__REQUIREMENT__. Your task is to give the number of lines below that contain "away". Give no other text.
◆ ◆ ◆ ◆
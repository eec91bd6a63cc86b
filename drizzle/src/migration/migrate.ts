import { existsSync } from 'node:fs';
import path from 'node:path';
import { drizzle } from 'drizzle-orm/node-postgres';
import { migrate } from 'drizzle-orm/node-postgres/migrator';
import pg from 'pg';
import { ownerRole } from './roles';

/** The built program has the SQL files beside it; run from the sources they are two folders up. */
function migrationsFolder(): string {
  const here = import.meta.dirname;
  const candidates = [here, path.join(here, '../../migrations')];
  const found = candidates.find((folder) => existsSync(path.join(folder, 'meta/_journal.json')));
  if (found === undefined) throw new Error(`No migrations found beside ${here}.`);
  return found;
}

/**
 * Brings the schema forward; there is no way back, a mistake is mended by a further migration. Two that start at once take turns
 * by an advisory lock. Tables are made as their owner.
 */
export async function migrateSchema(migrationUrl: string): Promise<void> {
  const client = new pg.Client({ connectionString: migrationUrl });
  await client.connect();
  try {
    await client.query(`select pg_advisory_lock(hashtext('masswright.migration'))`);
    await client.query(`set role ${ownerRole}`);
    await migrate(drizzle({ client }), { migrationsFolder: migrationsFolder() });
  } finally {
    await client.end();
  }
}
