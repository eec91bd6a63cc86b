import type { FieldErrors, FieldValues, Resolver } from 'react-hook-form';
import type { z } from 'zod';

/**
 * Holds a form to a contract's schema: the same sentences as the api would give, before anything is sent.
 * The schema is read when a form is first checked, so that no page has to wait for it to be seen.
 */
export function createZodResolver<Values extends FieldValues>(readSchema: () => Promise<z.ZodType<Values>>): Resolver<Values> {
  return async (values) => {
    const parsed = (await readSchema()).safeParse(values);
    if (parsed.success) return { values: parsed.data, errors: {} };
    const errors: Record<string, { type: string; message: string }> = {};
    for (const issue of parsed.error.issues) {
      const field = issue.path.join('.');
      errors[field] ??= { type: issue.code, message: issue.message };
    }
    return { values: {}, errors: errors as FieldErrors<Values> };
  };
}
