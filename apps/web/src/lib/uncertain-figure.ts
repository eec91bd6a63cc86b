import { roundByUncertainty } from '@masswright/mechanics';
import { formatFigure } from '@masswright/units';
import { formatDecimals, needsPowerOfTen } from './fixed-figure';

/** A figure and its ±, written to the same place. */
export interface UncertainText {
  value: string;
  /** Null where nothing is known of it; `<0.001` where it is less than the last place that is shown. */
  spread: string | null;
  /** `×10⁻⁶` or nothing; it belongs to both. */
  power: string;
}

export interface UncertainOptions {
  /** Places that are not shown even where the uncertainty would allow them. */
  mostDecimals?: number;
}

/** More digits than these nobody reads; the record has them all. */
const mostDigits = 9;
const plainDigits = 6;

const powerOf = (value: number): number => (value === 0 ? Number.NEGATIVE_INFINITY : Number(Math.abs(value).toExponential(mostDigits - 1).split('e')[1]));

/** A number times a power of ten, by its digits: a product would round. */
function shift(number: number, power: number): number {
  const [mantissa = '0', exponent = '0'] = number.toExponential().split('e');
  return Number(`${mantissa}e${Number(exponent) + power}`);
}

/** Decimals to which a value with this expanded uncertainty is written; negative where places before the point are rounded away. */
export function countDecimals(value: number, uncertainty: number): number {
  const { decimals } = roundByUncertainty(value, uncertainty);
  const most = mostDigits - 1 - powerOf(value);
  return uncertainty > 0 ? Math.min(decimals, most) : Math.min(most, plainDigits - 1 - powerOf(value));
}

/** A value rounded by its expanded uncertainty, and that to two digits. Without one, six significant digits of the value. */
export function writeUncertain(value: number, uncertainty: number | null, { mostDecimals = Number.POSITIVE_INFINITY }: UncertainOptions = {}): UncertainText {
  if (uncertainty === null || !Number.isFinite(value)) return { value: Number.isFinite(value) ? formatFigure(value, { digits: plainDigits }) : '—', spread: null, power: '' };
  const decimals = Math.min(countDecimals(value, uncertainty), mostDecimals);
  const largest = Math.max(Math.abs(value), uncertainty);
  if (mostDecimals === Number.POSITIVE_INFINITY && largest > 0 && needsPowerOfTen(largest, plainDigits)) {
    const power = powerOf(largest);
    return { ...writeTo(shift(value, -power), shift(uncertainty, -power), decimals + power), power: formatFigure(shift(1, power), { digits: 1 }).replace(/^1/, '') };
  }
  return { ...writeTo(value, uncertainty, Number.isFinite(decimals) ? decimals : 0), power: '' };
}

function writeTo(value: number, uncertainty: number, decimals: number): { value: string; spread: string } {
  const places = Math.min(100, Math.max(0, decimals));
  const round = (number: number): number => (decimals < 0 ? shift(Math.round(shift(number, decimals)), -decimals) : number);
  const last = shift(1, -places);
  const isLess = uncertainty > 0 && decimals >= 0 && uncertainty < last;
  return { value: formatDecimals(round(value), places), spread: isLess ? `<${formatDecimals(last, places)}` : formatDecimals(round(uncertainty), places) };
}

/** In one text, for a sentence or a caption. */
export function sayUncertain(value: number, uncertainty: number | null, unit: string): string {
  const { value: text, spread, power } = writeUncertain(value, uncertainty);
  const both = spread === null ? text : `${text} ± ${spread}`;
  return `${power === '' ? both : `(${both})${power}`} ${unit}`;
}
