import { thinSpace } from '@masswright/units';
import { describe, expect, it } from 'vitest';
import { chooseDecimals, createGroupFormat, formatDecimals } from './fixed-figure';

describe('figures with fixed decimals', () => {
  it('set off thousands before the point and leave the digits behind it alone', () => {
    expect(formatDecimals(1234567.12345, 4)).toBe(`1${thinSpace}234${thinSpace}567.1235`);
    expect(formatDecimals(999, 0)).toBe('999');
  });
  it('what rounds to nothing is 0 without a sign', () => {
    expect(formatDecimals(-1e-17, 3)).toBe('0.000');
    expect(formatDecimals(-0, 1)).toBe('0.0');
    expect(formatDecimals(-0.0006, 3)).toBe('-0.001');
  });
  it('the largest of a group gets the digits asked for, the others follow its decimals', () => {
    const values = [263.23, -0.51, 514.07];
    expect(chooseDecimals(values, 5)).toBe(2);
    const format = createGroupFormat(values, 5);
    expect(values.map(format)).toEqual(['263.23', '-0.51', '514.07']);
  });
  it('rounding that adds a digit takes a decimal away', () => {
    expect(chooseDecimals([999.9996], 5)).toBe(1);
  });
  it('a group of tiny figures is written with powers of ten', () => {
    expect(createGroupFormat([1.2345e-8, 2e-9], 3)(1.2345e-8)).toBe('1.23×10⁻⁸');
  });
  it('a group of zeros is written as zeros', () => {
    expect(createGroupFormat([0, 0], 5)(0)).toBe('0');
  });
});
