import { splitFigure, thinSpace } from '@masswright/units';

/** With `decimals` after the point, thousands set off; what rounds to nothing has no sign. */
export function formatDecimals(value: number, decimals: number): string {
  const text = Math.abs(value).toFixed(decimals);
  const [integer = '0', fraction] = text.split('.');
  const grouped = integer.replace(/\B(?=(\d{3})+$)/g, thinSpace);
  const sign = value < 0 && Number(text) !== 0 ? '-' : '';
  return fraction === undefined ? `${sign}${grouped}` : `${sign}${grouped}.${fraction}`;
}

/** As many decimals as give the largest of some figures `digits` significant ones: those of one matrix or one beam then align. */
export function chooseDecimals(values: readonly number[], digits: number, most = 9): number {
  const largest = Math.max(0, ...values.map(Math.abs));
  if (largest === 0) return 0;
  const power = Number(largest.toExponential(digits - 1).split('e')[1]);
  return Math.min(most, Math.max(0, digits - 1 - power));
}

/** True where a figure is outside of what is read without a power of ten, so that a column of fixed decimals can't show it. */
export function needsPowerOfTen(value: number, digits: number): boolean {
  return splitFigure(value, { digits }).exponent !== '';
}

/** One way to write all figures of a group: the same decimals, or each with its power of ten where the group needs one. */
export function createGroupFormat(values: readonly number[], digits: number): (value: number) => string {
  const largest = Math.max(0, ...values.map(Math.abs));
  if (largest > 0 && needsPowerOfTen(largest, digits)) {
    return (value) => {
      const { sign, integer, fraction, exponent } = splitFigure(value, { digits });
      return `${sign}${integer}${fraction ? `.${fraction}` : ''}${exponent}`;
    };
  }
  const decimals = chooseDecimals(values, digits);
  return (value) => formatDecimals(value, decimals);
}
◆ ◆ ◆ ◆
__SOLUTION TO THE PROBLEM__. 2